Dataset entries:

Content starts

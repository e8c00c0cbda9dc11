//! Items and contexts.

use std::collections::{BTreeMap, HashMap};

use rusqlite::{Transaction, params};

use super::{
    CONTEXTS, DistinctIds, Fields, FileReport, ITEMS, Source, id_set, image_path_problem,
    input_error, parse, parse_bool, report, unneutralise,
};
use crate::study::Result;
use crate::study::csv_input::ProblemLog;

#[derive(Debug, Clone, PartialEq)]
struct ItemRow {
    title: String,
    category: String,
    description: String,
    price: Option<f64>,
    image: String,
    is_new: bool,
    attributes: String,
}

pub(super) fn import_items(tx: &Transaction, src: &Source) -> Result<FileReport> {
    let table = parse(src, &ITEMS)?;
    let mut log = ProblemLog::default();
    let known: Vec<&str> = ITEMS
        .required
        .iter()
        .chain(ITEMS.optional)
        .copied()
        .collect();
    let extra: Vec<usize> = (0..table.header.len())
        .filter(|i| !known.contains(&table.header[*i].as_str()))
        .collect();
    let mut seen = DistinctIds::with_study(tx, "item_id", "SELECT item_id FROM items")?;
    let mut parsed: Vec<(String, ItemRow)> = Vec::with_capacity(table.rows.len());
    for row in &table.rows {
        let f = Fields { table: &table, row };
        let Some(id) = f.required("item_id", &mut log) else {
            continue;
        };
        if let Some(problem) = seen.check(id, row.line) {
            log.push(f.problem("item_id", problem));
            continue;
        }
        let Some(title) = f.required("title", &mut log) else {
            continue;
        };
        let Some(price) = f.optional_f64("price", &mut log) else {
            continue;
        };
        let Some(is_new) = parse_bool(f.text("new")) else {
            log.push(f.problem(
                "new",
                format!("new must be true, false, 1 or 0, got \"{}\"", f.text("new")),
            ));
            continue;
        };
        let image = f.text("image").trim();
        if let Some(problem) = (!image.is_empty())
            .then(|| image_path_problem(&src.folder, image))
            .flatten()
        {
            log.push(f.problem("image", problem));
            continue;
        }
        let attributes: BTreeMap<&str, &str> = extra
            .iter()
            .filter(|i| !table.field(row, **i).is_empty())
            .map(|i| {
                (
                    table.header[*i].as_str(),
                    unneutralise(table.field(row, *i)),
                )
            })
            .collect();
        parsed.push((
            id.to_string(),
            ItemRow {
                title: title.to_string(),
                category: f.text("category").trim().to_string(),
                description: f.text("description").to_string(),
                price,
                image: image.to_string(),
                is_new,
                attributes: serde_json::to_string(&attributes).unwrap_or_else(|_| "{}".into()),
            },
        ));
        if log.is_full() {
            break;
        }
    }
    log.into_result().map_err(input_error)?;
    let mut existing: HashMap<String, ItemRow> = HashMap::new();
    {
        let mut stmt = tx.prepare(
            "SELECT item_id, title, category, description, price, image, is_new, attributes FROM items",
        )?;
        let rows = stmt.query_map([], |r| {
            Ok((
                r.get::<_, String>(0)?,
                ItemRow {
                    title: r.get(1)?,
                    category: r.get(2)?,
                    description: r.get(3)?,
                    price: r.get(4)?,
                    image: r.get(5)?,
                    is_new: r.get(6)?,
                    attributes: r.get(7)?,
                },
            ))
        })?;
        for row in rows {
            let (id, item) = row?;
            existing.insert(id, item);
        }
    }
    let mut report = report(src, "items");
    let mut upsert = tx.prepare(
        "INSERT INTO items(item_id, title, category, description, price, image, is_new, attributes)
         VALUES (?1, ?2, ?3, ?4, ?5, ?6, ?7, ?8)
         ON CONFLICT(item_id) DO UPDATE SET title = excluded.title, category = excluded.category,
           description = excluded.description, price = excluded.price, image = excluded.image,
           is_new = excluded.is_new, attributes = excluded.attributes",
    )?;
    for (id, item) in &parsed {
        match existing.get(id) {
            Some(old) if old == item => {
                report.unchanged += 1;
                continue;
            }
            Some(_) => report.updated += 1,
            None => report.added += 1,
        }
        upsert.execute(params![
            id,
            item.title,
            item.category,
            item.description,
            item.price,
            item.image,
            item.is_new,
            item.attributes
        ])?;
    }
    repoint_images(tx, src, &parsed, &mut report)?;
    Ok(report)
}

/// Image paths are relative to one study-wide catalog folder. It follows this file only
/// when the file names the picture of every item in the study that has one; a partial
/// file (or one with no pictures) from another folder leaves it, with a warning, so that
/// the other items' pictures keep resolving.
fn repoint_images(
    tx: &Transaction,
    src: &Source,
    parsed: &[(String, ItemRow)],
    report: &mut FileReport,
) -> Result<()> {
    let folder = src.folder.to_string_lossy().into_owned();
    let current: Option<String> = tx
        .query_row(
            "SELECT value FROM settings WHERE key = 'catalog_dir'",
            [],
            |r| r.get(0),
        )
        .ok();
    if current.as_deref() == Some(folder.as_str()) {
        return Ok(());
    }
    let with_image: std::collections::HashSet<&str> = parsed
        .iter()
        .filter(|(_, item)| !item.image.is_empty())
        .map(|(id, _)| id.as_str())
        .collect();
    let others_with_images: i64 = {
        let mut stmt = tx.prepare("SELECT item_id FROM items WHERE image != ''")?;
        let ids = stmt.query_map([], |r| r.get::<_, String>(0))?;
        let mut n = 0;
        for id in ids {
            if !with_image.contains(id?.as_str()) {
                n += 1;
            }
        }
        n
    };
    let covers_all = !with_image.is_empty() && others_with_images == 0;
    if current.is_none() || covers_all {
        tx.execute(
            "INSERT INTO settings(key, value) VALUES ('catalog_dir', ?1)
             ON CONFLICT(key) DO UPDATE SET value = excluded.value",
            [&folder],
        )?;
    } else if !with_image.is_empty() {
        report.warnings.push(format!(
            "{}: pictures are still looked up in {} (the study's catalog folder), because {others_with_images} items with pictures are not in this file; keep this file's pictures there, or import the whole catalog from one folder",
            src.name,
            current.unwrap_or_default()
        ));
    }
    Ok(())
}

pub(super) fn import_contexts(tx: &Transaction, src: &Source) -> Result<FileReport> {
    let table = parse(src, &CONTEXTS)?;
    let items = id_set(tx, "SELECT item_id FROM items")?;
    let mut log = ProblemLog::default();
    let mut seen = DistinctIds::with_study(tx, "context_id", "SELECT context_id FROM contexts")?;
    type ContextRow = (String, String, String, Option<String>, String);
    let mut parsed: Vec<ContextRow> = Vec::new();
    for row in &table.rows {
        let f = Fields { table: &table, row };
        let Some(id) = f.required("context_id", &mut log) else {
            continue;
        };
        if let Some(problem) = seen.check(id, row.line) {
            log.push(f.problem("context_id", problem));
            continue;
        }
        let kind = f.text("kind").trim().to_ascii_lowercase();
        if kind != "query" && kind != "anchor" {
            log.push(f.problem(
                "kind",
                format!("kind must be query or anchor, got \"{}\"", f.text("kind")),
            ));
            continue;
        }
        let anchor = f.text("anchor_item_id").trim();
        let anchor = (!anchor.is_empty()).then(|| anchor.to_string());
        match (&anchor, kind.as_str()) {
            (None, "anchor") => {
                log.push(f.problem("anchor_item_id", "an anchor context needs anchor_item_id"));
                continue;
            }
            (Some(a), _) if !items.contains(a) => {
                log.push(f.problem(
                    "anchor_item_id",
                    format!("unknown item \"{a}\"; import it in items.csv first"),
                ));
                continue;
            }
            _ => {}
        }
        parsed.push((
            id.to_string(),
            kind,
            f.text("text").to_string(),
            anchor,
            f.text("segment").trim().to_string(),
        ));
    }
    log.into_result().map_err(input_error)?;
    let mut report = report(src, "contexts");
    let mut existing: HashMap<String, (String, String, Option<String>, String)> = HashMap::new();
    {
        let mut stmt =
            tx.prepare("SELECT context_id, kind, text, anchor_item_id, segment FROM contexts")?;
        for row in stmt.query_map([], |r| {
            Ok((r.get(0)?, (r.get(1)?, r.get(2)?, r.get(3)?, r.get(4)?)))
        })? {
            let (id, values) = row?;
            existing.insert(id, values);
        }
    }
    let mut upsert = tx.prepare(
        "INSERT INTO contexts(context_id, kind, text, anchor_item_id, segment) VALUES (?1, ?2, ?3, ?4, ?5)
         ON CONFLICT(context_id) DO UPDATE SET kind = excluded.kind, text = excluded.text,
           anchor_item_id = excluded.anchor_item_id, segment = excluded.segment",
    )?;
    for (id, kind, text, anchor, segment) in parsed {
        let values = (kind, text, anchor, segment);
        match existing.get(&id) {
            Some(old) if *old == values => {
                report.unchanged += 1;
                continue;
            }
            Some(_) => report.updated += 1,
            None => report.added += 1,
        }
        upsert.execute(params![id, values.0, values.1, values.2, values.3])?;
    }
    Ok(report)
}
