impl<'t> GradeWriter<'t> {
    fn new(tx: &'t Transaction, src: &Source) -> Result<Self> {
        let events_before: i64 =
            tx.query_row("SELECT COALESCE(MAX(id), 0) FROM grade_events", [], |r| {
                r.get(0)
            })?;
        let settled_before: bool =
            tx.query_row("SELECT EXISTS (SELECT 1 FROM settle_events)", [], |r| {
                r.get(0)
            })?;
        let large = src.size() / BYTES_PER_EVENT_FOR_ROW_BY_ROW > events_before as u64;
        let set_aside = if large {
            Some(set_aside(tx)?)
        } else {
            // The trigger stands aside for this transaction (see `schema::BULK_GRADES_KEY`).
            tx.execute(
                "INSERT OR REPLACE INTO settings(key, value) VALUES (?1, '1')",
                [schema::BULK_GRADES_KEY],
            )?;
            None
        };
        Ok(GradeWriter {
            add_reviewer: tx
                .prepare("INSERT OR IGNORE INTO reviewers(reviewer, kind) VALUES (?1, ?2)")?,
            insert: tx.prepare(
                "INSERT OR IGNORE INTO grade_events(uid, reviewer, context_id, item_id, scale, action, value, reason, seconds, graded_at, note)
                 VALUES (?1, ?2, ?3, ?4, ?5, ?6, ?7, ?8, ?9, ?10, ?11)",
            )?,
            settle: tx.prepare(
                "INSERT OR IGNORE INTO settle_events(uid, context_id, item_id, scale, value, method, settled_by, settled_at, reason)
                 VALUES (?1, ?2, ?3, ?4, ?5, 'imported', ?6, ?7, ?8)",
            )?,
            known_uid: (events_before > 0)
                .then(|| tx.prepare("SELECT EXISTS (SELECT 1 FROM grade_events WHERE uid = ?1)"))
                .transpose()?,
            known_settlement: settled_before
                .then(|| {
                    tx.prepare(
                        "SELECT EXISTS (SELECT 1 FROM settle_events
                         WHERE scale = ?1 AND context_id = ?2 AND item_id = ?3 AND settled_at = ?4
                           AND value IS ?5 AND settled_by = ?6 AND reason = ?7)",
                    )
                })
                .transpose()?,
            reviewers: HashSet::new(),
            report: report(src, "grades"),
            events_before,
            set_aside,
        })
    }

    /// Writes one row, counting it as added, or unchanged when the study has it.
    fn write(&mut self, g: &ImportedGrade) -> Result<()> {
        let value_text = g.value.map(|v| v.to_string()).unwrap_or_default();
        let seconds_text = g.seconds.map(|s| s.to_string()).unwrap_or_default();
        let parts = [
            g.reviewer,
            g.context,
            g.item,
            g.scale,
            &value_text,
            g.reason,
            &seconds_text,
            &g.graded_at,
            g.note,
        ];
        let uid = content_uid(&parts);
        let action = if g.value.is_some() {
            "grade"
        } else {
            "cant_judge"
        };
        let changed = if g.settled_by.is_empty() {
            self.write_grade(g, &parts, &uid, action)?
        } else {
            self.write_settlement(g, &uid)?
        };
        if changed {
            self.report.added += 1;
        } else {
            self.report.unchanged += 1;
        }
        Ok(())
    }

    fn write_grade(
        &mut self,
        g: &ImportedGrade,
        parts: &[&str],
        uid: &str,
        action: &str,
    ) -> Result<bool> {
        if let Some(known_uid) = &mut self.known_uid {
            // Grades given at the desk before this build carry the action in their uid.
            let mut with_action = parts.to_vec();
            with_action.push(action);
            if known_uid.query_row([content_uid(&with_action)], |r| r.get::<_, bool>(0))? {
                return Ok(false);
            }
        }
        if !self.reviewers.contains(g.reviewer) {
            if self.reviewers.len() >= RECENT_REVIEWERS {
                self.reviewers.clear();
            }
            self.reviewers.insert(g.reviewer.to_string());
            self.add_reviewer.execute([g.reviewer, g.kind])?;
        }
        let changed = self.insert.execute(params![
            uid,
            g.reviewer,
            g.context,
            g.item,
            g.scale,
            action,
            g.value,
            g.reason,
            g.seconds,
            g.graded_at,
            g.note
        ])?;
        Ok(changed != 0)
    }

    /// A settlement is a row with `settled_by` (whatever its reviewer column says); the
    /// same settlement already in the study, however it got there, is unchanged.
    fn write_settlement(&mut self, g: &ImportedGrade, uid: &str) -> Result<bool> {
        if let Some(known) = &mut self.known_settlement {
            let already = known.query_row(
                params![
                    g.scale,
                    g.context,
                    g.item,
                    g.graded_at,
                    g.value,
                    g.settled_by,
                    g.reason
                ],
                |r| r.get::<_, bool>(0),
            )?;
            if already {
                return Ok(false);
            }
        }
        let changed = self.settle.execute(params![
            uid,
            g.context,
            g.item,
            g.scale,
            g.value,
            g.settled_by,
            g.graded_at,
            g.reason
        ])?;
        Ok(changed != 0)
    }

    /// Brings `current_grades` up to date with the new events (and builds again what a
    /// large import set aside).
    fn finish(self, tx: &Transaction) -> Result<FileReport> {
        let GradeWriter {
            report,
            events_before,
            set_aside,
            ..
        } = self;
        match set_aside {
            Some(sql) => {
                tx.pragma_update(None, "cache_size", SORT_CACHE_KIB)?;
                // Each in turn: the events' index first, which the pass over current
                // grades reads in order; the trigger last.
                let mut sql = sql.into_iter().rev();
                if let Some(by_key) = sql.next() {
                    tx.execute_batch(&by_key)?;
                }
                schema::rebuild_current_grades(tx)?;
                for statement in sql {
                    tx.execute_batch(&statement)?;
                }
                grade_packs::pack_all(tx)?;
                tx.pragma_update(None, "cache_size", IMPORT_CACHE_KIB)?;
            }
            None => {
                tx.execute(
                    "DELETE FROM settings WHERE key = ?1",
                    [schema::BULK_GRADES_KEY],
                )?;
                schema::refresh_current_grades(tx, events_before)?;
                grade_packs::repack_stale(tx)?;
            }
        }
        Ok(report)
    }
}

Content ends

From the records above, copy each line where the word "EXISTS" can be found.

            tx.query_row("SELECT EXISTS (SELECT 1 FROM settle_events)", [], |r| {
                .then(|| tx.prepare("SELECT EXISTS (SELECT 1 FROM grade_events WHERE uid = ?1)"))
                        "SELECT EXISTS (SELECT 1 FROM settle_events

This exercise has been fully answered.